- _Exercise_: Your response should contain every line from the data below that holds the string "speciesFields".

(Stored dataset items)
□ □ □ □ □
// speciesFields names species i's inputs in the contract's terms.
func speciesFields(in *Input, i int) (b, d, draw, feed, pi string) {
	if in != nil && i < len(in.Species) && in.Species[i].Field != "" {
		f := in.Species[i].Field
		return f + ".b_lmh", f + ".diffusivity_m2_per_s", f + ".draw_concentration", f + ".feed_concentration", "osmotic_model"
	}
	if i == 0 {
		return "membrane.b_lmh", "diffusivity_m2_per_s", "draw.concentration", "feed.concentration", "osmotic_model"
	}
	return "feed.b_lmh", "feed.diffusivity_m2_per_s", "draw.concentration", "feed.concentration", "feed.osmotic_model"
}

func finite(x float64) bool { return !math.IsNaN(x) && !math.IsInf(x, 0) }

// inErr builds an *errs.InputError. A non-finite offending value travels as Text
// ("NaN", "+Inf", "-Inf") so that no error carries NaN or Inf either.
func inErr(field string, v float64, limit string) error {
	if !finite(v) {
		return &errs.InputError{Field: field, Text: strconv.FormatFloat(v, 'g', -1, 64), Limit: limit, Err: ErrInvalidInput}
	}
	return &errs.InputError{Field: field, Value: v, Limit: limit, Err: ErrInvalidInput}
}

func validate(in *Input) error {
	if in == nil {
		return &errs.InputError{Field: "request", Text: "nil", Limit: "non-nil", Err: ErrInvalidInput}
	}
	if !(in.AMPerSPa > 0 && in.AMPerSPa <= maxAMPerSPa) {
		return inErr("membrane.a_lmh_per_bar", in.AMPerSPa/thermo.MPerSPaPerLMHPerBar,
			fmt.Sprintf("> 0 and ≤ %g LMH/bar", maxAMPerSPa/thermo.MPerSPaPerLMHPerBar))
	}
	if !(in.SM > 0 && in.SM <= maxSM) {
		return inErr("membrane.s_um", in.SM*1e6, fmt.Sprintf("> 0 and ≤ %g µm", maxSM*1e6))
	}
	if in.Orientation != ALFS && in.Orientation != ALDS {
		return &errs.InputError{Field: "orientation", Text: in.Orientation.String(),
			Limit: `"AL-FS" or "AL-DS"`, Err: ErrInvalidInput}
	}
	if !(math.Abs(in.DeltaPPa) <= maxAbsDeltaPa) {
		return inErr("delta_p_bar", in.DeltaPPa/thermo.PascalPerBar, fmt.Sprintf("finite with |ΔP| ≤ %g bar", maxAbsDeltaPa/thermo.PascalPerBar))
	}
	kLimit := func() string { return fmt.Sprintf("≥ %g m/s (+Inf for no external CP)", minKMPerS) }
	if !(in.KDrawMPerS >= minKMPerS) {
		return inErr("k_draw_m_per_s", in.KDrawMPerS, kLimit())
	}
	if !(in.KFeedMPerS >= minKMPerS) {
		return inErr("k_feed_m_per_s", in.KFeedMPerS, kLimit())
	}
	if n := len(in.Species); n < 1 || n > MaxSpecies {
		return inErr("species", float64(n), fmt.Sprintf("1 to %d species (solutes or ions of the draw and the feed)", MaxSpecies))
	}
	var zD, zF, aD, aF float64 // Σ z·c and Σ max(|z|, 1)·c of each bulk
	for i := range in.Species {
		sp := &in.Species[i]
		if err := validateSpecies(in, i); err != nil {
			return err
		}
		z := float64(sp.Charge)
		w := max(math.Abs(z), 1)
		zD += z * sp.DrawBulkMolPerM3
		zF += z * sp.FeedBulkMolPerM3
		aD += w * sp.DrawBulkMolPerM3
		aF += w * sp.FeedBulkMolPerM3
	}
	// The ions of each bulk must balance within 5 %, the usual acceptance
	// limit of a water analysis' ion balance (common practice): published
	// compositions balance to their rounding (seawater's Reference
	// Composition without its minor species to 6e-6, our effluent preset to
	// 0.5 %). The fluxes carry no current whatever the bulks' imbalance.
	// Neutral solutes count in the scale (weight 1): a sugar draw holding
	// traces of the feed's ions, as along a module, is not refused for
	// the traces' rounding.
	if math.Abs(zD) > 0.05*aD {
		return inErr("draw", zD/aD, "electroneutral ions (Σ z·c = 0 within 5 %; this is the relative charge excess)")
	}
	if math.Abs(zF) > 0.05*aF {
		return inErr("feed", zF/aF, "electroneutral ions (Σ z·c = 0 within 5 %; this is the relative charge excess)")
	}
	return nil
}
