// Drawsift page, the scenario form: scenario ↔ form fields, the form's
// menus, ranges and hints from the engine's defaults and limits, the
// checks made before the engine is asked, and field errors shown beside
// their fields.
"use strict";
□ □ □ □ □
- _Exercise output_:
// speciesFields names species i's inputs in the contract's terms.
func speciesFields(in *Input, i int) (b, d, draw, feed, pi string) {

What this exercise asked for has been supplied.